(Beginning of Data)

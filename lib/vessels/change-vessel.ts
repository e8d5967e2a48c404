import { noteAudit } from '@/db/queries/audit'
import { readVessel, updateVessel } from '@/db/queries/vessels'
import { checkedWrite } from '@/lib/access/checked-write'
import { requireRight } from '@/lib/access/require-right'
import type { ChangeVessel } from '@/shared/schemas'
import { requireZone } from './require-zone'

/** Changes what is said of a boat. @throws Problem `not-found`, `not-allowed`, `invalid` for an unknown zone */
export async function changeVessel(
  personId: string,
  vesselId: string,
  change: ChangeVessel,
  now: Date,
): Promise<{ done: true }> {
  return checkedWrite(
    personId,
    async (trx) => {
      const standing = await requireRight(trx, vesselId, 'changeVessel')
      if (change.timeZone !== undefined) await requireZone(trx, change.timeZone)
      return standing
    },
    async (trx) => {
      const vessel = await readVessel(trx, vesselId, now)
      await updateVessel(trx, vesselId, change)
      const before = Object.fromEntries(Object.entries(vessel ?? {}).filter(([field]) => field in change))
      await noteAudit(trx, {
        at: now,
        personId,
        vesselId,
        action: 'vessel.changed',
        detail: { ...change, before },
      })
      return { done: true }
    },
  )
}
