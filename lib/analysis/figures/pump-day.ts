import type { FiguresInput, PumpDay } from './types'

const DAY_SECONDS = 86_400

/**
 * What the pump did in the 24 hours up to `at`, scaled to a day from the hours that were heard. Interrupted
 * holds are hours not heard. Under an hour heard: null.
 */
export function pumpDayOf({ at, rows, open, settings, lastHeardAt }: FiguresInput): PumpDay | null {
  const from = at - DAY_SECONDS * 1000
  const until = Math.min(at, lastHeardAt ?? at)
  const within = (startedAt: number, endedAt: number): number =>
    Math.max(0, Math.min(endedAt, until) - Math.max(startedAt, from)) / 1000
  const sum = (values: readonly number[]): number => values.reduce((total, value) => total + value, 0)
  const runs = rows.runs.filter((run) => run.stoppedAt > from && run.startedAt < until)
  const openRunSeconds = open.run === null ? 0 : within(open.run.startedAt, until)
  const runSeconds = sum(runs.map((run) => within(run.startedAt, run.stoppedAt))) + openRunSeconds
  const holds = rows.holds.filter((hold) => hold.ending !== 'interrupted')
  const holdSeconds = sum(holds.map((hold) => within(hold.startedAt, hold.endedAt)))
  const openHoldSeconds = open.hold === null ? 0 : within(open.hold.startedAt, until)
  const heardSeconds = runSeconds + holdSeconds + openHoldSeconds
  if (heardSeconds < 3600) return null
  const scale = DAY_SECONDS / heardSeconds
  const started = runs.filter((run) => run.startedAt >= from)
  const pumpSecondsPerDay = runSeconds * scale
  return {
    runsPerDay: started.length * scale,
    leakRunsPerDay: started.filter((run) => run.trigger === 'leak').length * scale,
    pumpSecondsPerDay,
    ampHoursPerDay: settings.pumpAmps === null ? null : (pumpSecondsPerDay / 3600) * settings.pumpAmps,
    hoursObserved: heardSeconds / 3600,
  }
}
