import type { Trx } from '@/db/roles'
import { figuresOf, type AboardWord, type Figures } from '@/lib/analysis/figures'
import type { Instant } from '@/lib/analysis/fold'
import { figuresBasis } from '@/lib/figures/figures-at'
import type { Summary } from '@/shared/schemas/figures'

/**
 * A system's summary as of `at`, from what was known then.
 * @param trx under the service's role; whether the asker may see the system is the caller's question.
 * @returns null when there is no such system.
 */
export async function summaryAt(trx: Trx, systemId: string, at: Instant): Promise<Summary | null> {
  const basis = await figuresBasis(trx, systemId, at)
  return basis === null ? null : toSummary(figuresOf(basis.input), basis.aboard)
}

/** Figures as they cross the wire. */
export function toSummary(figures: Figures, aboard: AboardWord): Summary {
  const { state, leakRate, holdTime, cutOutPa, settledPa, cutInPa, recharge, cause, current } = figures
  return {
    at: instant(figures.at),
    state,
    since: instantOrNull(figures.since),
    aboard,
    leakRate,
    holdTime,
    cutOutPa,
    settledPa,
    cutInPa,
    recharge,
    cause,
    current: current === null ? null : { ...current, at: instant(current.at) },
    lastHeardAt: instantOrNull(figures.lastHeardAt),
  }
}

const instant = (ms: Instant): string => new Date(ms).toISOString()
const instantOrNull = (ms: Instant | null): string | null => (ms === null ? null : instant(ms))
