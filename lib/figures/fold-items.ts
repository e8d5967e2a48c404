import type { StoredFacts } from '@/db/queries/facts'
import { pageOfSamples, type SampleTuple } from '@/db/queries/samples'
import type { Trx } from '@/db/roles'
import type { FoldItem, Instant, Sample } from '@/lib/analysis/fold/types'
import { factItems } from '@/lib/figures/facts'

/** Samples read at once: a year of a quick logger is never in memory as a whole. */
const PAGE_SAMPLES = 10_000
/** The first page is short: most folds take one sample on, or end at the next checkpoint. */
const FIRST_PAGE_SAMPLES = 2_000

/**
 * The items of a system's fold with times in (afterMs, throughMs], page by page: its loggers' samples as stored,
 * corrected by calibration, with the dated facts before those of the same instant. Facts later than the last
 * sample are left for when a later sample comes, so that the head never runs ahead of what was measured.
 * @example for await (const items of foldItems(trx, await factsOf(trx, id), -Infinity, Infinity)) …
 */
export async function* foldItems(
  trx: Trx,
  stored: StoredFacts,
  afterMs: Instant,
  throughMs: Instant,
): AsyncGenerator<FoldItem[]> {
  const facts = factItems(stored).filter((item) => item.fact.at > afterMs)
  let nextFact = 0
  let pageSize = FIRST_PAGE_SAMPLES
  for (const fitting of stored.fittings) {
    const correct = corrector(stored, fitting.loggerId)
    const span = { beforeMs: Math.ceil(fitting.toMs), lastMs: throughMs }
    let fromMs = Math.max(Math.ceil(fitting.fromMs), afterMs + 1)
    for (;;) {
      if (fromMs > throughMs || fromMs >= fitting.toMs) break
      const rows = await pageOfSamples(trx, fitting.loggerId, { ...span, fromMs }, pageSize)
      const items: FoldItem[] = []
      for (const row of rows) {
        let fact = facts[nextFact]
        while (fact !== undefined && fact.fact.at <= row[0]) {
          items.push(fact)
          nextFact += 1
          fact = facts[nextFact]
        }
        items.push({ type: 'sample', sample: correct(row) })
        fromMs = row[0] + 1
      }
      if (items.length > 0) yield items
      if (rows.length < pageSize) break
      pageSize = PAGE_SAMPLES
    }
  }
}

/** A logger's samples as the fold takes them: vacuum corrected by the calibration in force at their time. */
export function corrector(stored: StoredFacts, loggerId: string): (row: SampleTuple) => Sample {
  const calibrations = stored.calibrations.filter((entry) => entry.loggerId === loggerId)
  let next = 0
  let offsetPa = 0
  let gain = 1
  return ([at, vacuumPa, pumpOn, airC, barometerPa, supplyV]) => {
    let calibration = calibrations[next]
    while (calibration !== undefined && calibration.fromMs <= at) {
      offsetPa = calibration.vacuumOffsetPa
      gain = calibration.vacuumGain
      next += 1
      calibration = calibrations[next]
    }
    const vacuum = vacuumPa === null ? null : (vacuumPa - offsetPa) * gain
    return { at, vacuumPa: vacuum, pumpOn, airC, barometerPa, supplyV }
  }
}
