def bound_checks(files: Stored, engine: Engine, row: int) -> dict[str, float]:
    """Both bounds of one strike: that the stored dual vectors prove them in the stored postures."""
    points = files.points
    normal, direction = points["normal"][row], points["direction"][row]
    cap = files.cell["tool"]["speed_m_s"] * (1 - files.cell["margins"]["velocity_share"])
    found = {"bound posture": 0.0, "dual": 0.0}
    for kind in ("still", "free"):
        q, dual, bound = (
            points[f"q_{kind}"][row],
            points[f"dual_{kind}"][row],
            points[f"bound_{kind}_m_s"][row],
        )
        place, face, jacobian = engine.stands(q)
        y = jacobian.T @ dual
        lo, hi = velocity_box(files.cell, q)
        value = np.maximum(hi * y, lo * y).sum()
        found[f"bound {kind}"] = float(abs(min(value, cap) * (direction @ normal) - bound))
        away = max(np.abs(place - points["position"][row]).max(), np.abs(face - normal).max())
        found["bound posture"] = float(np.maximum(found["bound posture"], away))
        # A disc may turn about its normal, and with "free" about any axis: no proof rests on those rates.
        loose = dual[3:] if kind == "free" else dual[3:] @ normal
        found["dual"] = float(
            np.maximum(found["dual"], max(abs(dual[:3] @ direction - 1), np.abs(loose).max()))
        )
    own = points[f"bound_{files.cell['survey']['rotation']}_m_s"][row]
    done = points["demonstrated_m_s"][row]
    found["above the bound"] = float(max(done - own, 0.0)) if points["stroke"][row] else 0.0
    return found


def word(points: dict[str, np.ndarray], cell: dict[str, Any], row: int) -> str:
    """The verdict that follows from the two sides; every limit that the cell requires is known."""
    done, required = points["demonstrated_m_s"][row], points["required_m_s"][row]
    bound = points[f"bound_{cell['survey']['rotation']}_m_s"][row]
    if done >= required:
        return "deliverable"
    return "undecided" if bound >= required else "not deliverable"


def checked(files: Stored, rows: list[int] | None = None) -> dict[str, np.ndarray]:
    """Every check (m,) of every row, or of some; 0 where it does not apply."""
    points, engine = files.points, Engine(files.cell)
    unknown = {pair["limit"] for pair in files.cell["unknown"]}
    assert not unknown & set(files.cell["accept"]["require"])
    out = {name: np.zeros(len(points["verdict"])) for name in LEGAL}
    first, longest = engine.extent()
    for row in range(len(points["verdict"])) if rows is None else rows:
        found: dict[str, float] = {}
        if points["stroke"][row]:
            found |= motion_checks(files, engine, row)
        if points["limit"][row] != "reach":
            found |= bound_checks(files, engine, row)
        elif points["basis"][row] == "proved":
            gap = float(np.linalg.norm(points["position"][row] - first)) - longest
            found["proof of reach"] = max(-gap, 0.0)
        found["verdict"] = float(points["verdict"][row] != word(points, files.cell, row))
        for name, value in found.items():
            out[name][row] = value
    return out


def faults(found: dict[str, np.ndarray]) -> set[tuple[str, int]]:
    """Checks that fail, with their rows."""
    return {(name, int(row)) for name in LEGAL for row in np.flatnonzero(~(found[name] <= LEGAL[name]))}


def surveyed(folder: Path, spacing_m: float = 0.25, window_s: float | None = None, **asked: Any) -> Stored:
    """Survey the example's cell with some things asked otherwise, and read back what is stored."""
    cell = load_cell(EXAMPLE)
    assert cell.survey is not None
    accept = replace(cell.accept, strike_window_s=window_s or cell.accept.strike_window_s)
    cell = replace(cell, accept=accept, survey=replace(cell.survey, spacing_m=spacing_m, **asked))
    write_results(survey_strikes(cell, advice=False), folder)
    return stored(folder)


@pytest.fixture(scope="module")
def coarse(tmp_path_factory) -> Stored:
    return surveyed(tmp_path_factory.mktemp("coarse"))


def unit(x: float, y: float, z: float) -> np.ndarray:
    """One direction (1, 3)."""
    return np.array([[x, y, z]]) / np.linalg.norm([x, y, z])


def test_the_example_is_right_by_its_files_alone(coarse):
    strokes = coarse.points["stroke"]
    assert (strokes == "swing").sum() >= 12 and set(strokes) == {"swing", ""}
    found = checked(coarse)
    assert not faults(found)
    # The checks look at something: motions go to what the margins leave, and strikes to their bounds.
    assert found["tool speed"].max() > 0.97 and found["torque_rate"].max() > 0.5


@pytest.mark.campaign
def test_straight_strokes_are_right_by_their_files_alone(tmp_path):
    # A long strike window asks for strokes that hold speed and attitude: some go straight.
    files = surveyed(tmp_path, spacing_m=0.4, window_s=0.08, speeds_m_s=np.array([1.0]))
    straight = np.flatnonzero(files.points["stroke"] == "straight")
    assert len(straight) and set(files.motions["rows"]) == set(straight)
    assert not faults(checked(files))


@pytest.mark.campaign
def test_slanting_strikes_of_a_turning_paddle_are_right_by_their_files_alone(tmp_path):
    asked = {"normals": unit(0.2, 0.1, 1.0), "directions": unit(0.0, -0.3, 1.0), "rotation": "free"}
    files = surveyed(tmp_path, spacing_m=0.4, **asked)
    assert (files.points["stroke"] == "swing").sum() >= 8
    assert not faults(checked(files))


ROW = 5  # a strike of the coarse survey with a swing and both bounds


def nudged(name: str, place: int | tuple[int, ...], by: float) -> Callable[..., None]:
    """Add to one number of points.npz."""

    def change(points: dict[str, np.ndarray], cell: dict[str, Any]) -> None:
        points[name][place] += by

    return change


def in_swing(name: str, piece: int, factor: float) -> Callable[..., None]:
    """Scale one piece of the row's swing."""

    def change(points: dict[str, np.ndarray], cell: dict[str, Any]) -> None:
        points[name][points["profile_first"][ROW] + piece] *= factor

    return change


def stated(kind: str, joint: int, hi: float) -> Callable[..., None]:
    """Put another limit of a joint into cell.json."""

    def change(points: dict[str, np.ndarray], cell: dict[str, Any]) -> None:
        cell["arm"]["joints"][joint]["limits"][kind] |= {"lo": -hi, "hi": hi}

    return change
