def test_all_faults_of_all_files_at_once(tmp_path: Path) -> None:
    faults = faults_of(
        tmp_path,
        cell=replaced(CELL, "mass_kg = 0.2", "mass_kg = -1"),
        urdf=replaced(URDF, 'value="3.0"', 'value="-3"'),
        limits="[joints.j1]\nspeed = 3\n",
        log=LOG + "0.2,0,0,x,0,0,0,0\n",
    )
    expected = {"cell.toml", "arm.urdf", "limits.toml", "log.csv"}
    assert {Path(fault.file).name for fault in faults} == expected
    assert [fault.file for fault in faults] == sorted(fault.file for fault in faults)
    again = faults_of(
        tmp_path,
        cell=replaced(CELL, "mass_kg = 0.2", "mass_kg = -1"),
        urdf=replaced(URDF, 'value="3.0"', 'value="-3"'),
        limits="[joints.j1]\nspeed = 3\n",
        log=LOG + "0.2,0,0,x,0,0,0,0\n",
    )
    assert faults == again


def test_lines_are_ordered_as_numbers(tmp_path: Path) -> None:
    rows = "".join(f"{0.15 + 0.05 * i:.2f},0,0,{'x' if i in (0, 8) else 0},0,0,0,0\n" for i in range(10))
    faults = faults_of(tmp_path, log=LOG + rows)
    assert [fault.where for fault in faults] == ["line 5, column vz_m_s", "line 13, column vz_m_s"]


@pytest.mark.parametrize(
    ("text", "where", "words"),
    [
        ("[arm\n", "line 1, column 5", ("not valid TOML",)),
        ("[arm]\nurdf = \n", "line 2, column 8", ("not valid TOML",)),
        ("[arm]\n[arm]\n", "line 2, column 5", ("not valid TOML",)),
        ("a = '''", "end of file", ("not valid TOML",)),
        ("x = " + "[" * 5000, "file", ("too deep",)),
    ],
)
def test_broken_toml_tells_the_line(tmp_path: Path, text: str, where: str, words: tuple[str, ...]) -> None:
    only_fault(faults_of(tmp_path, cell=text), "cell.toml", where, *words)


@pytest.mark.parametrize(
    ("content", "where", "words"),
    [
        (b"[arm]\n\xff\xfe = 1\n", "line 2", ("UTF-8",)),
        (b"[arm]\n\n\0", "line 3", ("zero byte",)),
        (b"", "arm", ("missing",)),
    ],
)
def test_cell_that_is_no_text(tmp_path: Path, content: bytes, where: str, words: tuple[str, ...]) -> None:
    expect_fault(faults_of(tmp_path, cell=content), "cell.toml", where, *words)


def test_byte_order_mark_and_windows_line_ends(tmp_path: Path) -> None:
    plain = load(tmp_path)
    cell = load(tmp_path, cell=b"\xef\xbb\xbf" + CELL.replace("\n", "\r\n").encode())
    assert cell.arm == plain.arm and cell.paddle == plain.paddle


@pytest.mark.parametrize("named", ["arm.urdf", "limits.toml", "log.csv", "cell.toml"])
def test_missing_file(tmp_path: Path, named: str) -> None:
    path = write_cell(tmp_path)
    (tmp_path / named).unlink()
    with pytest.raises(InputError) as caught:
        load_cell(path)
    expect_fault(caught.value.faults, named, "file", "not found")


def test_directory_in_place_of_a_file(tmp_path: Path) -> None:
    path = write_cell(tmp_path)
    (tmp_path / "arm.urdf").unlink()
    (tmp_path / "arm.urdf").mkdir()
    with pytest.raises(InputError) as caught:
        load_cell(path)
    only_fault(caught.value.faults, "arm.urdf", "file", "directory", "arm.urdf in")


def test_name_that_is_no_path(tmp_path: Path) -> None:
    faults = faults_of(tmp_path, cell=replaced(CELL, '"arm.urdf"', '"a\\u0000b"'))
    assert len(faults) == 1 and "can't be read" in faults[0].what


@pytest.mark.parametrize(("named", "limit"), [("arm.urdf", "MAX_TEXT_BYTES"), ("log.csv", "MAX_LOG_BYTES")])
def test_too_large_a_file_is_refused_unread(tmp_path: Path, named: str, limit: str) -> None:
    path = write_cell(tmp_path)
    with open(tmp_path / named, "wb") as stream:
        stream.truncate(getattr(files, limit) + 1)  # sparse: takes no room on disk
    with pytest.raises(InputError) as caught:
        load_cell(path)
    only_fault(caught.value.faults, named, "file", "MB")


def test_follow_table_can_be_needed(tmp_path: Path) -> None:
    path = write_cell(tmp_path, cell=CELL[: CELL.index("[follow]")])
    assert load_cell(path).follow is None
    with pytest.raises(InputError) as caught:
        load_cell(path, need="follow")
    only_fault(caught.value.faults, "cell.toml", "follow", "missing", "[follow]")


AUTO = replaced(replaced(CELL, "start_deg = { j1 = 30.0 }\n", ""), "start_m = { j2 = 0.1 }", 'start = "auto"')
POSED_LOG = (
    "t_s,vx_m_s,vy_m_s,vz_m_s,wx_rad_s,wy_rad_s,wz_rad_s,px_m,py_m,pz_m,qw,qx,qy,qz\n"
    "0,0,0,0,0,0,0,0.1,0,0.8,1,0,0,0\n0.1,0,0,0,0,0,0,0.1,0,0.8,1,0,0,0\n"
)


def test_start_from_the_log(tmp_path: Path) -> None:
    assert load(tmp_path, cell=AUTO, log=POSED_LOG).arm.start is None
    only_fault(faults_of(tmp_path, cell=AUTO), "cell.toml", "arm.start", "pose columns")
    without = AUTO[: AUTO.index("[follow]")]
    only_fault(faults_of(tmp_path, cell=without), "cell.toml", "arm.start", "pose columns")


def test_no_start_posture_is_guessed(tmp_path: Path) -> None:
    cell = replaced(AUTO, 'start = "auto"', "")
    only_fault(
        faults_of(tmp_path, cell=cell), "cell.toml", "arm.start_rad", "missing", "j1 = 0.0", "j2 = 0.0"
    )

(End of Data)

Assigned task> How many lines of these entries hold the string "linalg"? Answer with the number alone.

Solution for this exercise> 2